For use in organs or parts other than the eye, however, photoswitches and light-sensitive proteins share a big limitation. The wavelengths of light currently used to flip these switches on and off don't penetrate deeply into most body tissues. That's one reason why researchers are working primarily with worms and fish with transparent bodies. "You can't get that light into very much of the brain," Weill Cornell's Ryan says. On the other hand, switches that respond to longer wavelengths, at the red end of the visible spectrum and slightly toward infrared, could be activated in living tissues because those wavelengths can penetrate living tissues to some extent. That's one strategy that research groups, including the Berkeley team, are pursuing.
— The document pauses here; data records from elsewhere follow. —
import { provideHttpClient } from '@angular/common/http';
import { HttpTestingController, provideHttpClientTesting } from '@angular/common/http/testing';
import { TestbedHarnessEnvironment } from '@angular/cdk/testing/testbed';
import { TestBed } from '@angular/core/testing';
import { MatButtonHarness } from '@angular/material/button/testing';
import { MAT_DIALOG_DATA, MatDialogRef } from '@angular/material/dialog';
import { MatSelectHarness } from '@angular/material/select/testing';
import { provideRouter } from '@angular/router';
import { StartBookingDialog } from './start-booking-dialog';
import { bookingFixture, fixtureBookingId } from './testing/booking-fixtures';

const booking = bookingFixture();
const test = (id: string, title: string, overrides: Record<string, unknown> = {}) => ({ id, title, organisationId: booking.organisationId, tunnelId: booking.tunnelId, bookingId: null, state: 'planned', ...overrides });

async function open(tests: unknown[]) {
  const closed: unknown[] = [];
  TestBed.configureTestingModule({
    imports: [StartBookingDialog],
    providers: [provideHttpClient(), provideHttpClientTesting(), provideRouter([]), { provide: MAT_DIALOG_DATA, useValue: booking }, { provide: MatDialogRef, useValue: { close: (v: unknown) => closed.push(v) } }],
  });
  const fixture = TestBed.createComponent(StartBookingDialog);
  fixture.detectChanges();
  const backend = TestBed.inject(HttpTestingController);
  backend.expectOne('/api/tests').flush(tests);
  await fixture.whenStable();
  return { fixture, backend, closed, loader: TestbedHarnessEnvironment.loader(fixture), text: () => (fixture.nativeElement as HTMLElement).textContent ?? '' };
}

describe('StartBookingDialog', () => {
  afterEach(() => TestBed.inject(HttpTestingController).verify());

  it('offers only the customer’s free tests in the booked tunnel and links the one chosen', async () => {
    const { loader, backend, closed } = await open([
      test('11111111-1111-4111-8111-111111111111', 'Hatchback yaw sweep'),
      test('22222222-2222-4222-8222-222222222222', 'Held by another booking', { bookingId: '99999999-9999-4999-8999-999999999999' }),
      test('33333333-3333-4333-8333-333333333333', 'Other tunnel', { tunnelId: '44444444-4444-4444-8444-444444444444' }),
      test('55555555-5555-4555-8555-555555555555', 'Other customer', { organisationId: '66666666-6666-4666-8666-666666666666' }),
      test('77777777-7777-4777-8777-777777777777', 'Cancelled one', { state: 'cancelled' }),
    ]);
    const select = await loader.getHarness(MatSelectHarness);
    await select.open();
    expect(await Promise.all((await select.getOptions()).map((o) => o.getText()))).toEqual(['Link a test later', 'Hatchback yaw sweep']);
    await select.clickOptions({ text: 'Hatchback yaw sweep' });
    await (await loader.getHarness(MatButtonHarness.with({ text: 'Mark in test' }))).click();
    const sent = backend.expectOne(`/api/bookings/${fixtureBookingId}/start`);
    expect(sent.request.body).toEqual({ testId: '11111111-1111-4111-8111-111111111111' });
    const started = bookingFixture({ state: 'in_test' });
    sent.flush(started);
    expect(closed).toEqual([started]);
  });

  it('says when there is no test to link, points to opening one, and can start without', async () => {
    const { loader, backend, text } = await open([]);
    expect(text()).toContain('Northfield Models has no test in Low-speed circuit to link yet.');
    expect(await loader.getAllHarnesses(MatSelectHarness)).toHaveLength(0);
    await (await loader.getHarness(MatButtonHarness.with({ text: 'Mark in test' }))).click();
    expect(backend.expectOne(`/api/bookings/${fixtureBookingId}/start`).request.body).toEqual({});
  });
});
Changing the wavelengths to which retinal-gated proteins respond may require screening mutations in the proteins. But researchers already know a bit about how to modify azobenzene's properties, according to Woolley. Knowledge about azobenzene chemistry and color properties is immense, dating back to the 19th-century dye industry. "Perhaps this knowledge base can be tapped to aid the design of switches with ideal properties," he says.
Regardless of how they may need to be tweaked to improve performance, retinal-gated proteins and synthetic switches are complementary, Trauner emphasizes. "There are probably some scenarios where our system is better and some where channelrhodopsin is better," he says.
Ryan agrees that the technology is still at a very early stage. "The experiments we keep seeing are proof of concept," he says. The neurons researchers have been targeting so far, he explains, have well-known roles. "What we're waiting for is the killer app," Ryan says, referring to an experiment that harnesses light-activated nerve cells to pose new questions or to answer long-standing ones.